Report back every line of the entries that contains "given", exactly as written.

---------- LISTED ENTRIES

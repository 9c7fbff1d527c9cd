// The case schema as JSON Schema, for editors: descriptions, the pattern and an example of each quantity,
// the words to choose from. Made from the same schema that reads the file.

import { toJsonSchema } from '@valibot/to-json-schema';

import { caseSchema } from './schema.ts';
import { actionSchema, conditionSchema, scenarioSchema, stepSchema } from './schema/actions.ts';
import { columnSchema, packingSchema } from './schema/column.ts';
import { alarmSchema, controllerSchema, instrumentSchema, interlockSchema, limitSchema } from './schema/control.ts';
import { gasSchema, liquidSchema } from './schema/plant.ts';
import { NOUN } from './schema/primitives.ts';
import { carrierSchema, equilibrium, soluteSchema, solventSchema } from './schema/substances.ts';

const DIALECT = 'https://json-schema.org/draft/2020-12/schema';

/** Parts that are written once and referred to by name. */
const DEFINITIONS = {
  solvent: solventSchema,
  carrier: carrierSchema,
  solute: soluteSchema,
  equilibrium,
  column: columnSchema,
  packing: packingSchema,
  gas: gasSchema,
  liquid: liquidSchema,
  instrument: instrumentSchema,
  alarm: alarmSchema,
  interlock: interlockSchema,
  controller: controllerSchema,
  limit: limitSchema,
  condition: conditionSchema,
  action: actionSchema,
  step: stepSchema,
  scenario: scenarioSchema,
};

/** The JSON Schema (draft 2020-12) of a case file as text, ending in a line break. */
export function writeJsonSchema(): string {
  const schema = toJsonSchema(caseSchema, {
    target: 'draft-2020-12',
    typeMode: 'input',
    errorMode: 'ignore',
    definitions: DEFINITIONS,
  });
  const titled = { $schema: DIALECT, title: 'Bedwave case', ...schema };
  return `${JSON.stringify(titled, (key, value: unknown) => (key === NOUN ? undefined : value), 2)}\n`;
}
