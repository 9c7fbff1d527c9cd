// What one reading of a case collects on its way: issues, and where each number comes from.

import type { Kind } from '../units.ts';
import { parseQuantity } from '../units.ts';
import type { Provenance } from './case.ts';
import type { Issue, IssueKind } from './issues.ts';
import { shorten } from './issues.ts';
import { suggestion } from './nearest.ts';

/** A value for a key that the case leaves out, with its origin. */
export interface Default<T> {
  readonly value: T;
  readonly source: string;
  readonly verified: Provenance['verified'];
}

/** Gives the text of a file that a case names, or undefined when there is none. */
export type ResolveFile = (name: string) => string | undefined;

/** Issues and origins of one reading. */
export class Reading {
  readonly issues: Issue[] = [];
  readonly warnings: Issue[] = [];
  readonly provenance: Provenance[] = [];
  readonly resolveFile: ResolveFile | undefined;

  constructor(resolveFile: ResolveFile | undefined) {
    this.resolveFile = resolveFile;
  }

  /** Notes an error. */
  refuse(kind: IssueKind, path: string, expected: string, received: unknown, hint?: string): void {
    this.issues.push(issue('error', kind, path, expected, shorten(received), hint));
  }

  /** Notes an error whose received part is a phrase of ours, not the user's text. */
  object(kind: IssueKind, path: string, expected: string, received: string, hint?: string): void {
    this.issues.push(issue('error', kind, path, expected, received, hint));
  }

  /** Notes something allowed that deserves a look. */
  warn(kind: IssueKind, path: string, expected: string, received: string, hint?: string): void {
    this.warnings.push(issue('warning', kind, path, expected, received, hint));
  }

  /** Notes a name that nothing carries, with the nearest one that something does. */
  unknown(path: string, what: string, name: string, known: readonly string[]): void {
    this.refuse('reference', path, what, name, suggestion(name, known));
  }

  /** The given value, or the default; either way its origin is kept. */
  fill<T>(path: string, given: T | undefined, fallback: Default<T>): T {
    if (given !== undefined) {
      this.stated(path);
      return given;
    }
    this.provenance.push({ path, source: fallback.source, verified: fallback.verified, isDefault: true });
    return fallback.value;
  }

  /** Keeps that the case file states a value. */
  stated(path: string): void {
    this.provenance.push({ path, source: 'case file', verified: 'user', isDefault: false });
  }

  /** Keeps the origin of a value taken from the library. */
  taken(path: string, source: string, verified: Provenance['verified']): void {
    this.provenance.push({ path, source, verified, isDefault: true });
  }

  /** A quantity in SI, or undefined after noting the issue. */
  quantity(path: string, text: unknown, kind: Kind): number | undefined {
    const parsed = parseQuantity(text, kind);
    if (parsed.ok) return parsed.value;
    this.refuse(quantityIssueKind(parsed.issue.reason), path, parsed.issue.expected, text, parsed.issue.hint);
    return undefined;
  }
}

/** The issue kind that goes with a reason of the parser. */
export function quantityIssueKind(
  reason: 'not-text' | 'no-number' | 'no-unit' | 'unknown-unit' | 'other-kind',
): IssueKind {
  if (reason === 'not-text') return 'type';
  if (reason === 'no-number') return 'number';
  return reason === 'other-kind' ? 'kind' : 'unit';
}

function issue(
  severity: Issue['severity'],
  kind: IssueKind,
  path: string,
  expected: string,
  received: string,
  hint: string | undefined,
): Issue {
  const base = { path, expected, received, severity, kind };
  return hint === undefined ? base : { ...base, hint };
}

--------------------

* **SOLUTION TO THIS PROBLEM**:
  /** The given value, or the default; either way its origin is kept. */
  fill<T>(path: string, given: T | undefined, fallback: Default<T>): T {
    if (given !== undefined) {
      return given;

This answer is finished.